Monday, 24 August 2026
BREAKING
OTOMOTIF

Pengemudi Mabuk Tewaskan Sopir Pikap di Surabaya Akibat Tabrak Lari Outlander

Oleh Emanuel August 24, 2026 6 hours lalu 0 komentar

Sebuah insiden tragis terjadi di Surabaya pada Sabtu, 25 Mei 2024, ketika seorang pengemudi Mitsubishi Outlander Sport berwarna putih menabrak seorang sopir pikap hingga meninggal dunia. Kejadian mengerikan ini bermula di kawasan Jalan Mayjend Sungkono, Surabaya, sekitar pukul 03.00 WIB.

Petugas kepolisian yang tiba di lokasi segera melakukan penyelidikan dan menemukan fakta mengejutkan. Pengemudi Outlander, yang kemudian diketahui bernama Dede Solehudin (37), rupanya mengemudikan kendaraannya dalam kondisi mabuk berat. Hal ini terungkap setelah dilakukan pemeriksaan awal oleh pihak berwajib.

Korban tewas dalam kejadian ini adalah Rian Hidayat (25), seorang warga Kelurahan Simomulyo, Kecamatan Sukomanunggal, Surabaya. Ia ditemukan tergeletak tak bernyawa di lokasi kejadian setelah kendaraannya, sebuah pikap, dihantam oleh Outlander yang melaju kencang.

Menurut keterangan saksi mata dan hasil penyelidikan awal, Dede Solehudin diduga mengemudikan Outlander dengan kecepatan tinggi sebelum akhirnya menabrak pikap yang dikemudikan Rian Hidayat. Akibat tabrakan yang keras, Rian Hidayat mengalami luka parah dan dinyatakan meninggal di tempat. Sementara itu, pengemudi Outlander berusaha melarikan diri dari lokasi kejadian.

Namun, upaya pelarian Dede Solehudin tidak berlangsung lama. Berkat kesigapan aparat kepolisian dan informasi yang dihimpun dari saksi, pelaku berhasil diamankan beberapa saat setelah kejadian.
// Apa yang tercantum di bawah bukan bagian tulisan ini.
import { EmptyState } from "@/components/ui/empty-state";

/** The job workspace's Gap study section. */
export function GapStudySection(_props: { jobId: number }) {
  return <EmptyState title="Gap study" description="The spacer comparison is being built." />;
}
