describe("PATCH /api/price-book/items/:id", () => {
  it("a price change adds 1 to the version, writes a history row and an audit entry", async () => {
    const { agent, token, user } = await owner();
    const item = await buildCatalogItem(user.companyId, { unitCostCents: 1850 });
    const res = await agent.patch(`/api/price-book/items/${item.id}`).set("X-CSRF-Token", token).send({ unitCostCents: 1995, version: 1 });
    expect(res.status).toBe(200);
    expect(res.body.data).toMatchObject({ unitCostCents: 1995, version: 2 });
    const history = await agent.get(`/api/price-book/items/${item.id}/prices`);
    expect(history.body.data.map((p: { version: number; unitCostCents: number }) => [p.version, p.unitCostCents])).toEqual([
      [2, 1995],
      [1, 1850],
    ]);
    expect(history.body.data[0].changedById).toBe(user.id);
    const audit = await AuditEvent.findOne({ where: { entityType: "catalog_item", entityId: String(item.id), action: "price_changed" } });
    expect(audit!.changes).toMatchObject({ unitCostCents: { from: 1850, to: 1995 }, version: { from: 1, to: 2 } });
  });

  it("a change that is not a price adds a version but no history row", async () => {
    const { agent, token, user } = await owner();
    const item = await buildCatalogItem(user.companyId);
    const res = await agent.patch(`/api/price-book/items/${item.id}`).set("X-CSRF-Token", token).send({ name: "Eave trim, renamed", version: 1 });
    expect(res.status).toBe(200);
    expect(res.body.data).toMatchObject({ name: "Eave trim, renamed", version: 2 });
    expect(await CatalogItemPrice.count({ where: { itemId: item.id } })).toBe(1);
  });

  it("a save that changes nothing keeps the version", async () => {
    const { agent, token, user } = await owner();
    const item = await buildCatalogItem(user.companyId);
    const res = await agent.patch(`/api/price-book/items/${item.id}`).set("X-CSRF-Token", token).send({ unitCostCents: item.unitCostCents, version: 1 });
    expect(res.status).toBe(200);
    expect(res.body.data.version).toBe(1);
    expect(await CatalogItemPrice.count({ where: { itemId: item.id } })).toBe(1);
  });

  it("answers a stale version with 409 and the current version, changing nothing", async () => {
    const { agent, token, user } = await owner();
    const item = await buildCatalogItem(user.companyId, { unitCostCents: 1000 });
    expect((await agent.patch(`/api/price-book/items/${item.id}`).set("X-CSRF-Token", token).send({ unitCostCents: 1100, version: 1 })).status).toBe(200);
    const stale = await agent.patch(`/api/price-book/items/${item.id}`).set("X-CSRF-Token", token).send({ unitCostCents: 900, version: 1 });
    expect(stale.status).toBe(409);
    expect(stale.body).toMatchObject({ error: { code: "stale_version" }, currentVersion: 2 });
    const row = (await CatalogItem.findByPk(item.id))!;
    expect([row.unitCostCents, row.version]).toEqual([1100, 2]);
    expect(await CatalogItemPrice.count({ where: { itemId: item.id } })).toBe(2);
  });

  it("two concurrent saves with the same version: one wins, the other gets 409", async () => {
    const { agent, token, user } = await owner();
    const item = await buildCatalogItem(user.companyId, { unitCostCents: 1000 });
    const [a, b] = await Promise.all([
      agent.patch(`/api/price-book/items/${item.id}`).set("X-CSRF-Token", token).send({ unitCostCents: 1200, version: 1 }),
      agent.patch(`/api/price-book/items/${item.id}`).set("X-CSRF-Token", token).send({ unitCostCents: 1300, version: 1 }),
    ]);
    expect([a.status, b.status].sort()).toEqual([200, 409]);
    const row = (await CatalogItem.findByPk(item.id))!;
    expect(row.version).toBe(2);
    expect(await CatalogItemPrice.count({ where: { itemId: item.id } })).toBe(2);
  });

  it("answers 400 with field paths (version required, bad values, units that no longer fit the key)", async () => {
    const { agent, token, user } = await owner();
    const item = await buildCatalogItem(user.companyId, { materialKey: "trim-eave" });
    const res = await agent.patch(`/api/price-book/items/${item.id}`).set("X-CSRF-Token", token).send({ unitCostCents: -5, purchaseUnit: "crate" });
    expect(res.status).toBe(400);
    expect(res.body.error.fields).toEqual({ unitCostCents: "Must not be negative", purchaseUnit: "Pick a unit", version: "Required" });
    const units = await agent.patch(`/api/price-book/items/${item.id}`).set("X-CSRF-Token", token).send({ purchaseUnit: "box", coverageUnit: "ea", version: 1 });
    expect(units.status).toBe(400);
    expect(units.body.error.fields.materialKey).toMatch(/counts this material in "pc"/);
    expect((await CatalogItem.findByPk(item.id))!.version).toBe(1);
  });

  it("answers another company's item with 404 before looking at the body", async () => {
    const other = await buildCatalogItem((await buildCompany()).id, { unitCostCents: 700 });
    const { agent, token } = await owner();
    const res = await agent.patch(`/api/price-book/items/${other.id}`).set("X-CSRF-Token", token).send({});
    expect(res.status).toBe(404);
    const res2 = await agent.patch(`/api/price-book/items/${other.id}`).set("X-CSRF-Token", token).send({ unitCostCents: 1, version: 1 });
    expect(res2.status).toBe(404);
    expect((await CatalogItem.findByPk(other.id))!.unitCostCents).toBe(700);
  });
});

describe("POST /api/price-book/items/:id/archive and /restore", () => {
  it("archives and restores an item, each adding a version", async () => {
    const { agent, token, user } = await owner();
    const item = await buildCatalogItem(user.companyId, { materialKey: "trim-rake" });
    const a = await agent.post(`/api/price-book/items/${item.id}/archive`).set("X-CSRF-Token", token);
    expect(a.status).toBe(200);
    expect(a.body.data).toMatchObject({ active: false, version: 2 });
    const mapping = await agent.get("/api/price-book/mapping");
    expect(mapping.body.data.find((m: { key: string }) => m.key === "trim-rake").item).toBeNull();
    const r = await agent.post(`/api/price-book/items/${item.id}/restore`).set("X-CSRF-Token", token);
    expect(r.status).toBe(200);
    expect(r.body.data).toMatchObject({ active: true, version: 3 });
    const actions = (await AuditEvent.findAll({ where: { entityType: "catalog_item", entityId: String(item.id) }, order: [["id", "ASC"]] })).map((e) => e.action);
    expect(actions).toEqual(["archived", "restored"]);
  });

  it("refuses to restore an item whose material key another active item took meanwhile (409)", async () => {
    const { agent, token, user } = await owner();
    const old = await buildCatalogItem(user.companyId, { materialKey: "trim-rake", active: false });
    await buildCatalogItem(user.companyId, { materialKey: "trim-rake" });
    const res = await agent.post(`/api/price-book/items/${old.id}/restore`).set("X-CSRF-Token", token);
    expect(res.status).toBe(409);
    expect(res.body.error.code).toBe("material_key_taken");
    expect((await CatalogItem.findByPk(old.id))!.active).toBe(false);
  });

  it("answers another company's item with 404", async () => {
    const other = await buildCatalogItem((await buildCompany()).id);
    const { agent, token } = await owner();
    expect((await agent.post(`/api/price-book/items/${other.id}/archive`).set("X-CSRF-Token", token)).status).toBe(404);
    expect((await CatalogItem.findByPk(other.id))!.active).toBe(true);
  });
});

describe("GET/PUT /api/price-book/labor", () => {
  const rates = [
    { kind: "pitch_band", label: "Under 7/12", minPitch: 0, maxPitch: 7, centsPerUnit: 19500, unit: "square" },
    { kind: "pitch_band", label: "7/12 to under 10/12", minPitch: 7, maxPitch: 10, centsPerUnit: 23500, unit: "square" },
    { kind: "pitch_band", label: "10/12 and steeper", minPitch: 10, maxPitch: null, centsPerUnit: 28500, unit: "square" },
    { kind: "tear_off_per_layer", label: "Tear-off, per layer", centsPerUnit: 6500, unit: "square" },
    { kind: "deck_sheet", label: "Deck sheet replacement", centsPerUnit: 2800, unit: "sheet" },
  ];

  it("replaces the company's rates and lists them in order", async () => {
    const { agent, token, user } = await owner();
    await buildLaborRate(user.companyId, { label: "old" });
    const otherCompanyRate = await buildLaborRate((await buildCompany()).id, { label: "theirs" });
    const res = await agent.put("/api/price-book/labor").set("X-CSRF-Token", token).send({ rates });
    expect(res.status).toBe(200);
    expect(res.body.data.map((r: { label: string }) => r.label)).toEqual(rates.map((r) => r.label));
    expect(res.body.data[3]).toMatchObject({ kind: "tear_off_per_layer", minPitch: null, maxPitch: null, centsPerUnit: 6500 });
    expect(await LaborRate.count({ where: { companyId: user.companyId } })).toBe(5);
    expect(await LaborRate.findByPk(otherCompanyRate.id)).not.toBeNull();
    const { agent: est } = await signedInAgent({ role: "estimator", companyId: user.companyId });
    const list = await est.get("/api/price-book/labor");
    expect(list.body.data).toHaveLength(5);
  });

  it("answers overlapping bands, a missing minimum pitch and two tear-off rates with 400 and keeps the old rates", async () => {
    const { agent, token, user } = await owner();
    await buildLaborRate(user.companyId, { label: "kept" });
    const res = await agent
      .put("/api/price-book/labor")
      .set("X-CSRF-Token", token)
      .send({
        rates: [
          { kind: "pitch_band", label: "A", minPitch: 0, maxPitch: 8, centsPerUnit: 100, unit: "square" },
          { kind: "pitch_band", label: "B", minPitch: 7, maxPitch: 10, centsPerUnit: 100, unit: "square" },
          { kind: "pitch_band", label: "C", centsPerUnit: 100, unit: "square" },
          { kind: "tear_off_per_layer", label: "T1", centsPerUnit: 100, unit: "square" },
          { kind: "tear_off_per_layer", label: "T2", centsPerUnit: 100, unit: "square" },
          { kind: "pitch_band", label: "D", minPitch: 12, maxPitch: 11, centsPerUnit: 100, unit: "square" },
        ],
      });
    expect(res.status).toBe(400);
    expect(res.body.error.fields).toEqual({
      "rates.1.minPitch": "Overlaps the pitch band in row 1",
      "rates.2.minPitch": "Required for a pitch band",
      "rates.4.kind": "Only one rate of this kind",
      "rates.5.maxPitch": "Must be above the lowest pitch",
    });
    const res2 = await agent
      .put("/api/price-book/labor")
      .set("X-CSRF-Token", token)
      .send({
        rates: [
          { kind: "pitch_band", label: "A", minPitch: 0, maxPitch: 8, centsPerUnit: 100, unit: "square" },
          { kind: "pitch_band", label: "B", minPitch: 7, maxPitch: 10, centsPerUnit: 100, unit: "square" },
          { kind: "tear_off_per_layer", label: "T1", centsPerUnit: 100, unit: "square" },
          { kind: "tear_off_per_layer", label: "T2", centsPerUnit: 100, unit: "square" },
        ],
      });
    expect(res2.status).toBe(400);
    expect(res2.body.error.fields).toEqual({
      "rates.1.minPitch": "Overlaps the pitch band in row 1",
      "rates.3.kind": "Only one rate of this kind",
    });
    expect((await LaborRate.findAll({ where: { companyId: user.companyId } })).map((r) => r.label)).toEqual(["kept"]);
  });
});
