import { beforeEach, describe, expect, it } from "vitest";
import { seedDemo, DEMO_USERS, SECOND_COMPANY_USERS } from "../../server/db/seeders/demo";
import { seedDemoQuotes } from "../../server/db/seeders/demo-quotes";
import { Approval, Job, Payment, Proposal, Quote, QuoteOption, QuoteRevision, User } from "../../server/models/index";
import { QUOTE_STATUSES, type QuoteStatus } from "../../shared/schemas/quote";
import { testSequelize, truncateAll } from "../helpers/db";

beforeEach(truncateAll);

/** Job statuses a quote's current status fits. */
const FITS: Record<QuoteStatus, string[]> = {
  draft: ["estimating", "proposed"],
  in_review: ["estimating", "proposed"],
  approved: ["estimating", "proposed"],
  sent: ["proposed"],
  accepted: ["won", "scheduled", "installed"],
  declined: ["lost"],
  expired: ["lost"],
};

describe("demo quotes", () => {
  it("seeds quotes in every state over the demo jobs, consistent with each job's status", async () => {
    const sequelize = testSequelize();
    expect(await seedDemo(sequelize, { bcryptRounds: 4 })).toBe(true);
    const owner = (await User.findOne({ where: { email: DEMO_USERS[0].email } }))!;
    const quotes = await Quote.findAll({ where: { companyId: owner.companyId } });
    const byStatus = (s: QuoteStatus) => quotes.filter((q) => q.status === s);
    expect(new Set(quotes.map((q) => q.status))).toEqual(new Set(QUOTE_STATUSES));
    expect(byStatus("approved").length).toBeGreaterThanOrEqual(3);
    expect(byStatus("in_review").length).toBeGreaterThanOrEqual(2);
    expect(byStatus("draft").length).toBeGreaterThanOrEqual(2);
    for (const s of ["sent", "accepted", "declined", "expired"] as const) expect(byStatus(s).length).toBeGreaterThanOrEqual(1);

    const jobs = new Map((await Job.findAll({ where: { companyId: owner.companyId } })).map((j) => [j.id, j]));
    for (const q of quotes) {
      const job = jobs.get(q.jobId)!;
      expect(FITS[q.status as QuoteStatus], `${q.number} ${q.status} on a ${job.status} job`).toContain(job.status);
      const rev = (await QuoteRevision.findByPk(q.currentRevisionId!))!;
      expect(rev.status).toBe(q.status);
    }

    // One quote was returned with a comment and then edited by the estimator: created (1), submitted (2),
    // returned (3), edited (4); still revision 1, a draft.
    const returned = await QuoteRevision.findAll({ where: { companyId: owner.companyId, status: "draft" } });
    const edited = returned.find((r) => r.returnComment);
    expect(edited?.returnComment).toMatch(/gutter apron/);
    expect(edited!.version).toBe(4);
    expect(edited!.revisionNo).toBe(1);
    expect(await Approval.count({ where: { decision: "returned" } })).toBe(1);

    // Several quotes have two or three options, with the spacer choices.
    const options = await QuoteOption.findAll({ where: { revisionId: quotes.map((q) => q.currentRevisionId!) } });
    const perRevision = new Map<number, string[]>();
    for (const o of options) perRevision.set(o.revisionId, [...(perRevision.get(o.revisionId) ?? []), o.label]);
    expect([...perRevision.values()].filter((labels) => labels.length >= 2).length).toBeGreaterThanOrEqual(3);
    expect(options.map((o) => o.label)).toEqual(expect.arrayContaining(["Battens + foil", "Mesh + foil", "No spacer"]));
    expect(options.every((o) => Number(o.totalCents) > 0)).toBe(true);

    // A quote revised after it was sent keeps its sent revision 1.
    const revs = await QuoteRevision.findAll({ where: { companyId: owner.companyId, revisionNo: 2 } });
    expect(revs).toHaveLength(1);
    const first = await QuoteRevision.findOne({ where: { quoteId: revs[0].quoteId, revisionNo: 1 } });
    expect(first!.status).toBe("sent");

    // The board's total is set on every job that has a quote; the second company has none.
    for (const job of jobs.values()) {
      const has = quotes.some((q) => q.jobId === job.id);
      expect(job.quoteTotalCents === null, `job ${job.id}`).toBe(!has);
    }
    const second = (await User.findOne({ where: { email: SECOND_COMPANY_USERS[0].email } }))!;
    expect(await Quote.count({ where: { companyId: second.companyId } })).toBe(0);

    // The approvals queue has an order: distinct submission times.
    const inReview = await QuoteRevision.findAll({ where: { companyId: owner.companyId, status: "in_review" } });
    expect(new Set(inReview.map((r) => r.submittedAt!.getTime())).size).toBe(inReview.length);

    // Every revision the homeowner received has its proposal record, with the progress the board shows: the
    // current revision of each sent, accepted, declined or expired quote, and the sent revision 1 of the quote
    // revised afterwards (its link still live: nothing newer was sent).
    const received = await Quote.findAll({ where: { companyId: owner.companyId, status: ["sent", "accepted", "declined", "expired"] } });
    const proposals = await Proposal.findAll({ where: { companyId: owner.companyId } });
    const sentRevisions = [...received.map((q) => q.currentRevisionId!), first!.id];
    expect(proposals.map((p) => p.revisionId).sort()).toEqual(sentRevisions.sort());
    for (const p of proposals) {
      const q = quotes.find((x) => x.id === p.quoteId)!;
      expect(p.status).toBe(q.status === "sent" || p.revisionId !== q.currentRevisionId ? "active" : q.status);
      expect(p.viewedAt).not.toBeNull();
      if (p.status === "accepted") expect([p.acceptedAt, p.acceptedOptionId, p.signerName].every(Boolean)).toBe(true);
    }
    // So every proposed job has a link out with the homeowner.
    const proposed = [...jobs.values()].filter((j) => j.status === "proposed");
    expect(proposed.length).toBeGreaterThanOrEqual(2);
    for (const j of proposed) expect(proposals.some((p) => p.jobId === j.id && p.status === "active"), `job ${j.id}`).toBe(true);
    // Scheduled and installed jobs have their deposit paid.
    const done = await Job.findAll({ where: { companyId: owner.companyId, status: ["scheduled", "installed"] } });
    const paid = await Payment.findAll({ where: { companyId: owner.companyId, status: "paid" } });
    expect(done.length).toBeGreaterThan(0);
    for (const j of done) expect(paid.some((p) => p.jobId === j.id)).toBe(true);
  });

  it("is safe to call twice", async () => {
    const sequelize = testSequelize();
    await seedDemo(sequelize, { bcryptRounds: 4 });
    const owner = (await User.findOne({ where: { email: DEMO_USERS[0].email } }))!;
    const n = await Quote.count();
    const again = await sequelize.transaction((t) =>
      seedDemoQuotes(sequelize, owner.companyId, [{ id: owner.id, email: owner.email, name: owner.name, role: "owner" }], t),
    );
    expect(again).toBe(false);
    expect(await Quote.count()).toBe(n);
  });
});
Saat diinterogasi, Dede Solehudin mengakui bahwa ia telah mengonsumsi minuman beralkohol sebelum mengemudi.

Kepala Satuan Lalu Lintas (Kasat Lantas) Polrestabes Surabaya, Kompol Ardi Yunanto, membenarkan adanya insiden tersebut. “Pelaku saat ini sudah kami amankan dan sedang menjalani proses pemeriksaan lebih lanjut,” ujar Kompol Ardi Yunanto pada Sabtu, 25 Mei 2024. Ia juga menambahkan bahwa pelaku terancam hukuman pidana berat sesuai dengan Undang-Undang Lalu Lintas dan Angkutan Jalan.

Peristiwa ini menjadi pengingat keras akan bahaya mengemudi dalam keadaan mabuk. Mengemudi di bawah pengaruh alkohol tidak hanya membahayakan diri sendiri, tetapi juga mengancam keselamatan pengguna jalan lain. Pihak kepolisian mengimbau masyarakat untuk tidak pernah mengemudi setelah mengonsumsi minuman beralkohol demi mencegah terulangnya tragedi serupa.